_Brief_
One figure is the whole answer: the number of lines below that contain the word "SnapshotDescription".

_Data records_
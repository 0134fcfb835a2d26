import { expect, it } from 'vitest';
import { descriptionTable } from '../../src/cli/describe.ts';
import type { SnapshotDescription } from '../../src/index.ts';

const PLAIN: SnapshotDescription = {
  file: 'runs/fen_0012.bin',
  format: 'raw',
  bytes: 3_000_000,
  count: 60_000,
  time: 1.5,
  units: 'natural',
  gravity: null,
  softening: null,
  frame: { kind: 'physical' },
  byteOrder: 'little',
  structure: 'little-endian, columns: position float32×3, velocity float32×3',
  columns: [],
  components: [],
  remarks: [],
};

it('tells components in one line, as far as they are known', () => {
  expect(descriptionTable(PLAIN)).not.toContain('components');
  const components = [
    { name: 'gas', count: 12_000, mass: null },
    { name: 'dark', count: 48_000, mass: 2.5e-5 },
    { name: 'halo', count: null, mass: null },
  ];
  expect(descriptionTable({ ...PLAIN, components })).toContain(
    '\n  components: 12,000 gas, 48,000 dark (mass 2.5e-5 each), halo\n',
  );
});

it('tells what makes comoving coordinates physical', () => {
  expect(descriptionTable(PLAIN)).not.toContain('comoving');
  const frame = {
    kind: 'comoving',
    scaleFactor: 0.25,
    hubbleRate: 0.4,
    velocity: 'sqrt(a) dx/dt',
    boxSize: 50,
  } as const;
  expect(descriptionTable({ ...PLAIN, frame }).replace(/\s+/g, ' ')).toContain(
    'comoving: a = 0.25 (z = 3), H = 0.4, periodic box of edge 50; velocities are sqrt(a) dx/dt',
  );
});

_Response to this task_
2